From Daingean back to Dingle…

The Republic’s government’s decision to abolish the name of Dingle has led to a major opposition and the introduction of a new plebescite to decide whether to reverse the process. ONe of the most bizzare aspects (I’m sure someone will enlighten me) is that the name change was effected by plebescite of those electors living in the townland of Dingle, not the town as a whole. A re-run is to take place in mid October, this time to change it to Dingle-Daingean Uí Chúis. Those in favour of change will have to get 50%, but whatever the result, the decision to change will reside with politicians.

  • Keith M

    This is the latest botched attempt to re-name Irish towns in Irish Gaelic against the will of the people. In previous decades Athy, Newbridge, Navan, Charleville etc. were also to be victims of this nonsense until the locals saw sense.

  • steve ritson

    christ almighty,…cant believe what im reading,utter load of crap, dingle is dingle,nice,quaint, little sleepy fishing village in the arsehole of the south west,i have been there many times,beautiful place,surrounding countryside is the most scenic on the planet,however, with all the corruption going on in irish politics,you would think they would sort their dail out and leave the names of towns and villages alone,they have little to do, unreal….S

  • Setanta

    Keith M

    Forgive me, but I somehow don’t think logic or democracy is your motivation here.

  • Eoin C. Bairéad

    Since a huge amount of utter and uninformed shite has been written on this matter, I’m going to put the facts on record, but without any great hope of stopping the shite.

    The name if the town in English is, and remains, Dingle.

    In Irish the name of the town was either An Daingean or Daingean Uí Chúis.

    The reason for two (and, indeed more) names is that neither was the official name. That used to be Dingle, and that name was required on all legal documents.

    While from 1971 the Minister for Finance (the Minister for the Gaeltacht from 2001) could designate an Irish version for the official name, it was not until 2003 that the Placenames Commission provided the Minister with a full list of Irish language versions of places in the Gaeltacht, and the Minister made the Irish version the official one for such places.

    Until then, people in the Gaeltacht writing to the Department in Irish had to give the English language name of where they lived – that was the official name.

    So now if you’re doing official business you are no longer forced to use the English version of a place in the Gaeltacht – you use the Irish version, in theory the one used locally by Irish speakers.

    If the business ain’t official, you can use whatever name you like.

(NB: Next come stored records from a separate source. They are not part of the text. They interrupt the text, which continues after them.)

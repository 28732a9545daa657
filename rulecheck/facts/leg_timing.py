"""When the two sides of a leg are on: from the gates' commands, else from what is stated.

Q1 on 0 ... 4.8 us, Q3 on 5 ... 9.7 us of 10 us     complementary, dead time 200 ns and 300 ns
"""

import math
from collections.abc import Iterable, Sequence

from rulecheck.demand import CommandedGroup, Leg, Takeover
from rulecheck.facts.facts import Bounds, Value
from rulecheck.facts.inputs import Inputs
from rulecheck.facts.leg_drivers import LegDrivers, drivers_of, gated_devices
from rulecheck.stage import CommonWindow, OnTimes, common_window
from rulecheck.stage.gate_command import both, opposite, total
from rulecheck.values import Interval, Unknown
from rulecheck.values.record import Record

_PAUSE = 0.2
"""Share of the period that both sides are off beyond which they merely alternate."""
_SAME = 1e-6


class LegTiming(Record):
    """One leg's timing; seconds, hertz and shares."""

    drivers: LegDrivers
    may_not_overlap: bool
    """All gates on would short a voltage."""
    relation: str | Unknown
    """`complementary`, `overlapping`, `alternating`, `together`, `held`, `unrelated`,
    `partly`, `stated`."""
    overlap: Value
    pause: Value
    """Time in a period with neither side on."""
    to_low: Value
    """Least dead time from the side above to the side below."""
    to_high: Value
    dead_time: Value
    """The least of both, or what sheet and driver state."""
    stated_dead_time: float | Unknown
    from_sources: bool
    frequency: float | Unknown
    """Of the commands."""
    high_duty: float | Unknown
    low_duty: float | Unknown


def timing_of(inputs: Inputs, leg: Leg) -> LegTiming:
    """The timing of one leg; unknown where neither sources, sheet nor drivers tell."""
    drivers = drivers_of(inputs, leg)
    group = _group(inputs, leg)
    stated = stated_dead_time(inputs, leg)
    window = group.window if group is not None else _unknown_commands(leg)
    may_not = group is None or group.can_short
    if group is None or isinstance(window, Unknown):
        assert isinstance(window, Unknown)
        known = _stated(stated, drivers)
        relation: str | Unknown | None = _own_relation(inputs, leg, drivers)
        kept_apart = _is_positive(known) or drivers.interlock is True
        apart = relation in (None, "held") and kept_apart
        if relation is None:
            relation = "stated" if kept_apart else window
        overlap = 0.0 if apart else window
        return LegTiming(
            drivers=drivers,
            may_not_overlap=may_not,
            relation=relation,
            overlap=overlap,
            pause=window,
            to_low=known,
            to_high=known,
            dead_time=known,
            stated_dead_time=stated,
            from_sources=False,
            frequency=window,
            high_duty=window,
            low_duty=window,
        )
    return _from_commands(inputs, leg, group, window, drivers, stated)


def _group(inputs: Inputs, leg: Leg) -> CommandedGroup | None:
    wanted = {*leg.high, *leg.low}
    return next((g for g in inputs.demands.commanded if wanted <= set(g.positions)), None)


def _unknown_commands(leg: Leg) -> Unknown:
    settle = f"PULSE or PWL sources that drive the gates of leg {leg.name}"
    return Unknown(f"when the switches of leg {leg.name} turn on", settle)


def stated_dead_time(inputs: Inputs, leg: Leg) -> float | Unknown:
    """The leg's own in the sheet, else that of all legs."""
    own = inputs.stage.leg_switching.get(leg.midpoint)
    found = own.dead_time if own and own.dead_time is not None else None
    if found is None:
        found = inputs.stage.switching.dead_time
    if found is not None:
        return found
    return Unknown(f"dead time of leg {leg.midpoint}", "switching: {dead-time: ...}")


def _stated(stated: float | Unknown, drivers: LegDrivers) -> Value:
    """The larger of what the sheet states and what the driver keeps by itself."""
    built_in = drivers.built_in_dead_time
    if built_in is None:
        return stated
    if isinstance(built_in, Unknown):
        if isinstance(stated, Unknown):
            return built_in
        return Bounds(Interval(stated, math.inf), (built_in,))
    return built_in if isinstance(stated, Unknown) else max(stated, built_in)


def _is_positive(value: Value) -> bool:
    least = value.range.low if isinstance(value, Bounds) else value
    return isinstance(least, float) and least > 0.0


def _own_relation(inputs: Inputs, leg: Leg, drivers: LegDrivers) -> str | None:
    """From this leg's commands alone, where those of its group are not all known."""
    commands = inputs.stage.gate_commands
    mine = {name: commands[name] for name in drivers.devices if name in commands}
    if len(mine) < len(drivers.devices) or len(mine) < 2:
        return None
    window = common_window(mine)
    if isinstance(window, Unknown):
        steady = all(command.steady for command in mine.values())
        return "held" if steady else "unrelated"
    high, low = gated_devices(inputs, leg.high), gated_devices(inputs, leg.low)
    if not high or not low or leg.others:
        return None
    above, below = _on_together(window, high), _on_together(window, low)
    return _relation(inputs, window, (*high, *low), above, below)


def _from_commands(
    inputs: Inputs,
    leg: Leg,
    group: CommandedGroup,
    window: CommonWindow,
    drivers: LegDrivers,
    stated: float | Unknown,
) -> LegTiming:
    high, low = gated_devices(inputs, leg.high), gated_devices(inputs, leg.low)
    others = gated_devices(inputs, leg.others)
    late = _late(inputs, drivers)
    mine = [t for t in group.takeovers if {t.off, t.on} <= set(drivers.devices)]
    to_low = _least(leg, (t for t in mine if t.off in high or t.on in low), late)
    to_high = _least(leg, (t for t in mine if t.off in low or t.on in high), late)
    above, below = _on_together(window, high), _on_together(window, low)
    paired = bool(high) and bool(low) and not others
    relation = _relation(inputs, window, (*high, *low), above, below)
    overlap = total(both(above, below)) if paired else 0.0
    off = total(both(opposite(above, window.length), opposite(below, window.length)))
    return LegTiming(
        drivers,
        group.can_short,
        relation if paired else "partly",
        overlap,
        off if not late else Bounds(Interval(off, window.length), (late,)),
        to_low,
        to_high,
        _smaller(to_low, to_high),
        stated,
        True,
        _frequency(window, above or below),
        total(above) / window.length,
        total(below) / window.length,
    )


def _late(inputs: Inputs, drivers: LegDrivers) -> Unknown | None:
    """The driver's own dead time, where it has one that nobody states."""
    commands = inputs.stage.gate_commands
    names = {commands[name].may_begin_later for name in drivers.devices if name in commands}
    part = next((inputs.part_by_name[name] for name in sorted(names) if name), None)
    return None if part is None else part.missing("driver.dead-time")


def _least(leg: Leg, takeovers: Iterable[Takeover], late: Unknown | None) -> Value:
    gaps = [takeover.dead_time for takeover in takeovers]
    if not gaps:
        settle = f"sources that turn on both sides of leg {leg.name}"
        return late or Unknown(f"dead time of leg {leg.name}", settle)
    least = round(min(gaps), 15)
    return least if late is None else Bounds(Interval(least, math.inf), (late,))


def _smaller(one: Value, other: Value) -> Value:
    """The least of two dead times; of an unknown one and a known one, the known one."""
    if isinstance(one, Unknown):
        return other
    if isinstance(other, Unknown):
        return one
    if isinstance(one, Bounds) and isinstance(other, Bounds):
        return one if one.range.low <= other.range.low else other
    return min(value for value in (one, other) if isinstance(value, float))


def _on_together(window: CommonWindow, devices: Sequence[str]) -> OnTimes:
    """When all of the devices are on."""
    times: OnTimes = (Interval(0.0, window.length),) if devices else ()
    for name in devices:
        times = both(times, window.on[name])
    return times


def _relation(
    inputs: Inputs,
    window: CommonWindow,
    devices: Sequence[str],
    above: OnTimes,
    below: OnTimes,
) -> str:
    commands = [inputs.stage.gate_commands[name] for name in devices]
    periods = {round(c.period / window.length, 6) for c in commands if c.repeats}
    if any(_never_changes(times, window.length) for times in (above, below)):
        return "held"
    if len(periods) > 1:
        return "unrelated"
    shared = total(both(above, below))
    small = _SAME * window.length
    if shared > small and abs(shared - total(above)) + abs(shared - total(below)) <= small:
        return "together"
    if shared > small:
        return "overlapping"
    pause = window.length - total(above) - total(below)
    return "complementary" if pause <= _PAUSE * window.length else "alternating"


def _never_changes(times: OnTimes, length: float) -> bool:
    on = total(times)
    return on <= _SAME * length or on >= (1.0 - _SAME) * length


def _frequency(window: CommonWindow, times: OnTimes) -> float | Unknown:
    """Turnings on a second; of a window that is described once nobody knows how it goes on."""
    if not window.cyclic:
        settle = "a source that repeats (PULSE, or PWL with r=0)"
        return Unknown("the frequency of the gates", settle)
    wraps = len(times) > 1 and times[0].low == 0.0 and times[-1].high >= window.length
    return (len(times) - wraps) / window.length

    Since everyone knows that the people of Dingle speak English, Polish, Lithuanian & Russian, it seems a bit silly pretending it’s in the Gaeltacht, but they get grants as a result. What they seem to want is to continue to get the grants, but not have to actually use Irish.

    Eoin

  • Fanny

    Oy, next you know they’ll be wanting to change the charming Hackballscross to something totally boring.

  • andy

    I’ve only been there a few times but I would have thought Dingle must be an affluent area with all the tourist $ being spent there.
    Why does it need extra govt funding?
    (sorry if this is a stupid question)

  • Tochais Siorai

    ‘…….This is the latest botched attempt to re-name Irish towns in Irish Gaelic against the will of the people. In previous decades Athy, Newbridge, Navan, Charleville etc. were also to be victims of this nonsense until the locals saw sense…..’

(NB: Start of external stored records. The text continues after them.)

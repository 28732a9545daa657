"""Facts of current transformers and common-mode chokes: how they are connected."""

from collections.abc import Iterator

from rulecheck.facts.facts import Subject, Value
from rulecheck.facts.feeding import Wires, find_wires
from rulecheck.facts.inputs import Inputs
from rulecheck.facts.terms import SubjectTerm, link, text, yes_no
from rulecheck.parts import Kind, Part, through_nets
from rulecheck.values import Unknown

LINE_MAGNETIC = SubjectTerm(
    "line-magnetic",
    "A current transformer or a common-mode choke in a line.",
    (
        text("kind", "`current-transformer` or `common-mode-choke`."),
        yes_no("burdened", "Of a current transformer: a resistor closes its secondary."),
        yes_no("currents-cancel", "Of a choke: the lines of a port pass it so that fluxes cancel."),
    ),
    (link("part", "part", "The same thing as a part."),),
)
_BURDEN = 10e3
"""Ohm; a larger resistor is no burden."""


def collect(inputs: Inputs) -> tuple[Subject, ...]:
    wires = find_wires(inputs)
    kinds = (Kind.CURRENT_TRANSFORMER, Kind.COMMON_MODE_CHOKE)
    parts = (part for part in inputs.stage.parts.parts if part.kind in kinds)
    return tuple(_subject(inputs, wires, part) for part in parts)


def _subject(inputs: Inputs, wires: Wires, part: Part) -> Subject:
    choke = part.kind is Kind.COMMON_MODE_CHOKE
    values: dict[str, Value] = {
        "kind": part.kind.value,
        "burdened": True if choke else _burdened(inputs, part),
        "currents-cancel": _cancel(inputs, wires, part) if choke else True,
    }
    links = {"part": (part.name,)}
    return Subject("line-magnetic", part.name, values, links, (part.name,), part.nets, part.span)


def _burdened(inputs: Inputs, part: Part) -> bool:
    """A way from the one end of the secondary to the other through resistors and diodes."""
    start, end = part.net("secondary-1"), part.net("secondary-2")
    if start is None or end is None:
        return False
    goal, seen = inputs.merged(end), {inputs.merged(start)}
    waiting = list(seen)
    while waiting:
        for net in _beyond(inputs, part, waiting.pop()):
            if net == goal:
                return True
            if net not in seen:
                seen.add(net)
                waiting.append(net)
    return False


def _beyond(inputs: Inputs, own: Part, net: str) -> Iterator[str]:
    for name in inputs.parts_at_net.get(net, ()):
        part = inputs.part_by_name[name]
        small = part.kind is Kind.RESISTOR and (
            isinstance(part.value, Unknown) or part.value <= _BURDEN
        )
        if name != own.name and (small or part.kind in (Kind.DIODE, Kind.ZENER)):
            yield from (inputs.merged(other) for other in part.nets)


def _cancel(inputs: Inputs, wires: Wires, part: Part) -> bool | Unknown:
    """Lines of one port that come to the choke by pins of one side; it is not known of others."""
    spelled = {net.lower(): net for net in inputs.stage.merged}
    sides = [{pair[0] for pair in through_nets(part)}, {pair[1] for pair in through_nets(part)}]
    for port in inputs.stage.ports:
        named = [spelled.get(net.lower(), net) for net in port.named_nets or port.nets]
        met = [_reach(wires, part.name, net) for net in named]
        entered = [[bool(side & nets) for side in sides] for nets in met]
        at_choke = [pair for pair in entered if any(pair)]
        if len(at_choke) >= 2 and all(sum(pair) == 1 for pair in at_choke):
            return len({pair.index(True) for pair in at_choke}) == 1
    settle = f"a port both lines of which lead to {part.name}"
    return Unknown(f"lines through {part.name}", settle)


def _reach(wires: Wires, without: str, start: str) -> set[str]:
    seen = {start}
    waiting = [start]
    while waiting:
        for name, behind in wires.at.get(waiting.pop(), ()):
            if name != without and behind not in seen:
                seen.add(behind)
                waiting.append(behind)
    return seen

    So like myself you always use Kingstown, Queenstown, Kings County, Queens County, Maryborough….or do you go with Dún Laoghaire, Cobh, Offaly, Laois, Port Laoise like those damned uppity natives.

  • Fanny

    “…Dún Laoghaire, Cobh, Offaly…”

    I thought Cobh and Offaly were anglicizations – and pretty bad ones at that, Offaly especially. Didn’t somebody mention this before?

  • Tochais Siorai

    Yeah, Offaly is an anglicisation alright but Offaly/Uibh Fhailí was a namechange from Kings Co. like the rest.

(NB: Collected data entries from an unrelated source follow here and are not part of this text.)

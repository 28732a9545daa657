"""Facts of snubbers and of clamps on windings: what they dissipate, and whether they have time.

R1 BUS SN1 4.7, C5 SN1 SW 2.2n across Q1         an RC snubber of Q1: C V^2 f, tau = R C
D1 SWN CLN, C3 CLN BUS, R3 CLN BUS at Q1         a clamp of the winding that Q1 interrupts
"""

from collections.abc import Iterator, Sequence

from rulecheck.facts.facts import Subject, Value
from rulecheck.facts.inputs import Inputs, stated_number
from rulecheck.facts.switching_times import period_of, shortest_of
from rulecheck.facts.terms import SubjectTerm, link, number, text
from rulecheck.parts import Kind, Part
from rulecheck.stage import Position, Role
from rulecheck.values import Dimension, Interval, Unknown

V, W, S = Dimension.VOLTAGE, Dimension.POWER, Dimension.TIME

SNUBBER = SubjectTerm(
    "snubber",
    "A resistor and a capacitor in series across a switch position.",
    (
        text("at", "The position that it stands across."),
        text("capacitor", "Its capacitor."),
        text("dielectric", "Of the capacitor."),
        number("swing", V, "By how much the voltage across it changes each time."),
        number("largest-voltage", V, "The largest voltage across it."),
        number("capacitor-rating", V, "The capacitor's rated voltage."),
        number("power", W, "C V^2 f: what the resistor turns into heat, both edges together."),
        number("rated-power", W, "The resistor's rated power."),
        number("time-constant", S, "Its resistance times its capacitance."),
        number("period", S, "The switching period of the position."),
        number("shortest-time", S, "The shortest time that the position is on or off."),
    ),
    (link("parts", "part", "Resistor and capacitor."), link("positions", "position", "Its place.")),
)


def collect(inputs: Inputs) -> tuple[Subject, ...]:
    """RC networks straight across a position; sense filters and others are none."""
    across: dict[frozenset[str], Position] = {}
    for position in inputs.stage.positions:
        pair = frozenset((position.start, position.end))
        if pair not in across or position.gated:
            across[pair] = position
    return tuple(_snubbers(inputs, across))


def _snubbers(inputs: Inputs, across: dict[frozenset[str], Position]) -> Iterator[Subject]:
    for part in inputs.stage.parts.parts:
        if part.kind is not Kind.RESISTOR or inputs.stage.roles.get(part.name) is not Role.SNUBBER:
            continue
        for joint, far in (part.nets[:2], part.nets[1::-1]):
            capacitor = _capacitor_at(inputs, part, joint)
            if capacitor is None:
                continue
            ends = [inputs.merged(net) for net in capacitor.nets]
            ends.remove(inputs.merged(joint))
            position = across.get(frozenset((ends[0], inputs.merged(far))))
            if position is not None:
                yield _snubber(inputs, part, capacitor, position)
                break


def _capacitor_at(inputs: Inputs, resistor: Part, joint: str) -> Part | None:
    """The one capacitor behind the resistor, where nothing else is at their joint."""
    others = [n for n in inputs.parts_at_net.get(inputs.merged(joint), ()) if n != resistor.name]
    if len(others) != 1:
        return None
    part = inputs.part_by_name[others[0]]
    return part if part.kind is Kind.CAPACITOR and len(set(part.nets)) == 2 else None


def _snubber(inputs: Inputs, resistor: Part, capacitor: Part, position: Position) -> Subject:
    span = inputs.demands.positions[position.name].off_voltage
    swing, largest = _swing(position, span)
    dielectric = capacitor.facts.get("ratings.dielectric")
    values: dict[str, Value] = {
        "at": position.name,
        "capacitor": capacitor.name,
        "dielectric": dielectric or capacitor.missing("ratings.dielectric"),
        "swing": swing,
        "largest-voltage": largest,
        "capacitor-rating": stated_number(capacitor, "ratings.voltage"),
        "power": _power(inputs, capacitor, position, swing),
        "rated-power": stated_number(resistor, "ratings.power"),
        "time-constant": _product(resistor, capacitor),
        "period": period_of(inputs, position),
        "shortest-time": shortest_of(inputs, position),
    }
    parts = (resistor.name, capacitor.name)
    nets = tuple(dict.fromkeys((*resistor.nets, *capacitor.nets)))
    links = {"parts": parts, "positions": (position.name,)}
    related = inputs.related_spans(parts)
    return Subject("snubber", resistor.name, values, links, parts, nets, resistor.span, related)


def _swing(position: Position, span: Interval | Unknown) -> tuple[Value, Value]:
    """From nothing, while the position conducts, to the farthest off voltage."""
    if isinstance(span, Unknown):
        return span, span
    if not span.bounded:
        unknown = Unknown(f"off voltage of {position.name}", "the voltages of the ports")
        return unknown, unknown
    return max(span.high, 0.0) - min(span.low, 0.0), span.magnitude


def _power(inputs: Inputs, capacitor: Part, position: Position, swing: Value) -> Value:
    """C V^2 f of both edges (Severns, design notes on RC snubbers)."""
    period = period_of(inputs, position)
    known: Sequence[Value] = (capacitor.value, swing, period)
    missing = next((item for item in known if isinstance(item, Unknown)), None)
    if missing is not None:
        return missing
    farad, volts, seconds = (item for item in known if isinstance(item, float))
    return farad * volts**2 / seconds


def _product(resistor: Part, capacitor: Part) -> Value:
    if isinstance(resistor.value, Unknown) or isinstance(capacitor.value, Unknown):
        return resistor.value if isinstance(resistor.value, Unknown) else capacitor.value
    return resistor.value * capacitor.value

    I was just making the point to the original contributor that some renamings (reverting to their original names in most cases) worked, some didn’t.

  • Fanny

    I’d much rather give my address as Kings County than Offaly (ugh!)

    There’s something kinda Tolkienian about Kings County. Meath should be called that, what with all those kings of yore….

  • Shuggie McSporran

    Tochais Siorai

    “Kingstown, Queenstown, Kings County, Queens County, Maryborough”

    Yeah, but Dingle is different because it is “an internationally recognised brand name” (read the website linked to above). The places you refer to are simply places, unlike Dingle.

  • Actually the plebescite is new and also non-binding. The previous decision to change was made by order of the minister.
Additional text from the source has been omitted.